### WHAT IS NEEDED
Go to the line holding "not allowed; positions" in the entries below and write out exactly every line down to and including the line holding "expected a JSON".

SOURCE DATA section start

def _finish(batch: SampleBatch, n_actuators: int | None, limits: PlausibilityLimits | None) -> SampleBatch:
    if n_actuators is not None and batch.n_actuators != n_actuators:
        raise _reject("bad_shape", f"position: {batch.n_actuators} actuators, expected {n_actuators}")
    if limits is not None:
        check_plausible(batch, limits)
    return batch


def _check_size(payload: object, max_bytes: int) -> memoryview:
    if not isinstance(payload, bytes | bytearray | memoryview):
        raise _reject("bad_payload", f"payload: expected bytes, got {type(payload).__name__}")
    try:
        view = memoryview(payload).cast("B")  # flat bytes view; bytes and bytearray are already flat
    except TypeError:
        raise _reject("bad_payload", "payload: a memoryview must be C-contiguous") from None
    if view.nbytes > max_bytes:
        raise _reject("too_large", f"payload: {view.nbytes} bytes exceeds the limit of {max_bytes} bytes")
    if view.nbytes == 0:
        raise _reject("empty", "payload: empty message")
    return view


# --------------------------------------------------------------------------------------------------
# JSON


_JSON_KEYS_REQUIRED = ("version", "robot", "seq", "effort_kind", "units", "time", "position")
_JSON_KEYS_OPTIONAL = ("velocity", "effort", "current", "temperature", "gripping")
_JSON_KEYS = frozenset(_JSON_KEYS_REQUIRED + _JSON_KEYS_OPTIONAL)
_NUMBER_TYPES = frozenset({int, float})


def _reject_constant(name: str) -> float:
    raise _reject("non_finite", f"JSON constant {name} is not allowed; every number must be finite")


def encode_json(batch: SampleBatch) -> bytes:
    """The JSON form of ``batch`` (UTF-8, compact). Floats are written with Python's shortest round-trip repr,
    so :func:`decode_json` gives back the identical float64 values."""
    doc: dict[str, Any] = {
        "version": batch.schema_version,
        "robot": batch.robot_id,
        "seq": batch.seq,
        "effort_kind": batch.effort_kind.value,
        "units": expected_units(
            batch.position_unit,
            batch.effort_kind,
            velocity=batch.qd is not None,
            temperature=batch.temperature_k is not None,
        ),
        "time": batch.t.tolist(),
        "position": batch.q.tolist(),
    }
    if batch.qd is not None:
        doc["velocity"] = batch.qd.tolist()
    if batch.effort is not None:
        doc["effort"] = batch.effort.tolist()
    if batch.current is not None:
        doc["current"] = batch.current.tolist()
    if batch.temperature_k is not None:
        doc["temperature"] = batch.temperature_k.tolist()
    if batch.gripping is not None:
        doc["gripping"] = batch.gripping.tolist()
    return json.dumps(doc, separators=(",", ":"), allow_nan=False).encode("utf-8")


def _json_matrix(name: str, value: Any) -> list[Any]:
    """Check a JSON signal is a list of rows of numbers (no booleans, strings or nulls)."""
    if not isinstance(value, list) or not all(isinstance(row, list) for row in value):
        raise _reject("bad_field", f"{name}: expected a list of N rows, one list of n numbers per sample")
    if not set(map(type, chain.from_iterable(value))) <= _NUMBER_TYPES:
        raise _reject("bad_field", f"{name}: every element must be a number")
    return value


def _json_units(doc: Mapping[str, Any]) -> tuple[PositionUnit, MeasuredQuantity]:
    kind_text = doc["effort_kind"]
    try:
        kind = MeasuredQuantity(kind_text)
    except (ValueError, TypeError):
        raise _reject("bad_field", f"effort_kind: {kind_text!r} must be 'effort' or 'motor_current'") from None
    present, absent = ("effort", "current") if kind is MeasuredQuantity.EFFORT else ("current", "effort")
    if present not in doc:
        raise _reject("bad_field", f"{present}: required when effort_kind is {kind.value!r}")
    if absent in doc:
        raise _reject("bad_field", f"{absent}: not allowed when effort_kind is {kind.value!r}")
    units = doc["units"]
    if not isinstance(units, dict):
        raise _reject("bad_field", "units: expected an object of unit strings")
    pos = units.get("position")
    if pos not in ("rad", "m"):
        raise _reject(
            "bad_unit", f"units.position: {pos!r} is not allowed; positions are in 'rad' (rotary) or 'm' (linear)"
        )
    position_unit = PositionUnit(pos)
    want = expected_units(position_unit, kind, velocity="velocity" in doc, temperature="temperature" in doc)
    for key, got in units.items():
        if key not in want:
            raise _reject("bad_unit", f"units.{key}: no such signal in this message")
        if got != want[key]:
            raise _reject("bad_unit", f"units.{key}: {got!r} is not allowed; the format requires {want[key]!r}")
    for key in want:
        if key not in units:
            raise _reject("bad_unit", f"units.{key}: missing; the format requires {want[key]!r}")
    return position_unit, kind


def decode_json(
    payload: bytes | bytearray | memoryview,
    *,
    max_bytes: int = MAX_MESSAGE_BYTES,
    n_actuators: int | None = None,
    limits: PlausibilityLimits | None = None,
) -> SampleBatch:
    """Decode and validate a JSON message (UTF-8). Raises ``RejectedMessageError`` naming the field.

    ``n_actuators`` (the robot's n) and ``limits`` (:class:`PlausibilityLimits`) add the robot-specific
    checks; without them only the structure is checked.
    """
    view = _check_size(payload, max_bytes)
    try:
        text = bytes(view).decode("utf-8")
    except UnicodeDecodeError as exc:
        raise _reject("bad_json", f"payload: not UTF-8 ({exc.reason} at byte {exc.start})") from None
    try:
        doc = json.loads(text, parse_constant=_reject_constant)
    except RejectedMessageError:
        raise
    except (ValueError, RecursionError) as exc:
        raise _reject("bad_json", f"payload: not valid JSON ({str(exc)[:80]})") from None
    if not isinstance(doc, dict):
        raise _reject("bad_json", f"payload: expected a JSON object, got {type(doc).__name__}")
    for key in doc:
        if key not in _JSON_KEYS and not key.startswith("x-"):
            raise _reject("bad_field", f"{key}: unknown field (extensions must start with 'x-')")
    for key in _JSON_KEYS_REQUIRED:
        if key not in doc:
            raise _reject("bad_field", f"{key}: required field missing")
    version = doc["version"]
    if type(version) is not int or version != SCHEMA_VERSION:
        raise _reject("bad_version", f"version: {version!r} is not supported (this reader: 1)")
    if type(doc["seq"]) is not int:
        raise _reject("bad_seq", f"seq: {doc['seq']!r} is not an integer in [0, 2**64 - 1]")
    position_unit, kind = _json_units(doc)
    t = doc["time"]
    if not isinstance(t, list) or not set(map(type, t)) <= _NUMBER_TYPES:
        raise _reject("bad_field", "time: expected a list of N numbers")
    arrays: dict[str, Any] = {}
    for wire_name, attr in (
        ("position", "q"),
        ("velocity", "qd"),
        ("effort", "effort"),
        ("current", "current"),
        ("temperature", "temperature_k"),
    ):
        if wire_name in doc:
            arrays[attr] = _json_matrix(wire_name, doc[wire_name])
    gripping = doc.get("gripping")
    if gripping is not None:
        if not isinstance(gripping, list) or not set(map(type, gripping)) <= {bool}:
            raise _reject("bad_field", "gripping: expected a list of N booleans")
        if len(gripping) == 0:
            gripping = np.zeros(0, dtype=bool)
    elif "gripping" in doc:
        raise _reject("bad_field", "gripping: null is not allowed; leave the field out")
    batch = SampleBatch(
        robot_id=doc["robot"],
        seq=doc["seq"],
        position_unit=position_unit,
        effort_kind=kind,
        t=cast(Array, t),  # lists are fine: SampleBatch converts and checks every array it is given
        gripping=cast("NDArray[np.bool_] | None", gripping),
        **arrays,
    )
    return _finish(batch, n_actuators, limits)


def load_json_schema() -> dict[str, Any]:
    """The JSON Schema (draft 2020-12) of the JSON encoding, shipped as package data."""
    resource = importlib.resources.files("shadow.ingest").joinpath("schema/samples-v1.schema.json")
    return cast(dict[str, Any], json.loads(resource.read_text(encoding="utf-8")))


# --------------------------------------------------------------------------------------------------
# Binary


def _header_length(robot_id_length: int) -> int:
    raw = BINARY_HEADER.size + robot_id_length
    return -(-raw // _ALIGN) * _ALIGN  # padded up to a multiple of 8


def encode_binary(batch: SampleBatch, *, float32: bool = False) -> bytes:
    """The compact binary form of ``batch`` (little-endian; layout in docs/wire-format.md).

    ``float32=True`` writes the signal blocks as float32 (about 7 significant digits: enough for
    positions, efforts, currents and temperatures, and half the size); the time block stays float64.
    """
    flags = 0
    if batch.qd is not None:
        flags |= Flag.VELOCITY
    if batch.temperature_k is not None:
        flags |= Flag.TEMPERATURE
    if batch.gripping is not None:
        flags |= Flag.GRIPPING
    if batch.effort_kind is MeasuredQuantity.MOTOR_CURRENT:
        flags |= Flag.MOTOR_CURRENT
    if batch.position_unit is PositionUnit.M:
        flags |= Flag.LINEAR
    if float32:
        flags |= Flag.FLOAT32
    measured_name = "current" if batch.effort_kind is MeasuredQuantity.MOTOR_CURRENT else "effort"
    rid = batch.robot_id.encode("ascii")
    head = BINARY_HEADER.pack(
        BINARY_MAGIC, batch.schema_version, int(flags), batch.n_actuators, batch.n_samples, batch.seq, len(rid)
    )
    head += rid
    head += b"\x00" * (_header_length(len(rid)) - len(head))
    dtype = "<f4" if float32 else "<f8"
    parts = [head, batch.t.astype("<f8").tobytes()]
    for name, block in (
        ("position", batch.q),
        ("velocity", batch.qd),
        (measured_name, batch.measured),
        ("temperature", batch.temperature_k),
    ):
        if block is None:
            continue
        if float32 and (np.abs(block) > _FLOAT32_MAX).any():
            raise _reject("non_finite", f"{name}: a value exceeds the float32 range; encode with float32=False")
        parts.append(block.astype(dtype).tobytes())
    if batch.gripping is not None:
        parts.append(batch.gripping.astype(np.uint8).tobytes())
    return b"".join(parts)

SOURCE DATA section end

### SOLUTION TO THE PROBLEM
            "bad_unit", f"units.position: {pos!r} is not allowed; positions are in 'rad' (rotary) or 'm' (linear)"
        )
    position_unit = PositionUnit(pos)
    want = expected_units(position_unit, kind, velocity="velocity" in doc, temperature="temperature" in doc)
    for key, got in units.items():
        if key not in want:
            raise _reject("bad_unit", f"units.{key}: no such signal in this message")
        if got != want[key]:
            raise _reject("bad_unit", f"units.{key}: {got!r} is not allowed; the format requires {want[key]!r}")
    for key in want:
        if key not in units:
            raise _reject("bad_unit", f"units.{key}: missing; the format requires {want[key]!r}")
    return position_unit, kind


def decode_json(
    payload: bytes | bytearray | memoryview,
    *,
    max_bytes: int = MAX_MESSAGE_BYTES,
    n_actuators: int | None = None,
    limits: PlausibilityLimits | None = None,
) -> SampleBatch:
    """Decode and validate a JSON message (UTF-8). Raises ``RejectedMessageError`` naming the field.

    ``n_actuators`` (the robot's n) and ``limits`` (:class:`PlausibilityLimits`) add the robot-specific
    checks; without them only the structure is checked.
    """
    view = _check_size(payload, max_bytes)
    try:
        text = bytes(view).decode("utf-8")
    except UnicodeDecodeError as exc:
        raise _reject("bad_json", f"payload: not UTF-8 ({exc.reason} at byte {exc.start})") from None
    try:
        doc = json.loads(text, parse_constant=_reject_constant)
    except RejectedMessageError:
        raise
    except (ValueError, RecursionError) as exc:
        raise _reject("bad_json", f"payload: not valid JSON ({str(exc)[:80]})") from None
    if not isinstance(doc, dict):
        raise _reject("bad_json", f"payload: expected a JSON object, got {type(doc).__name__}")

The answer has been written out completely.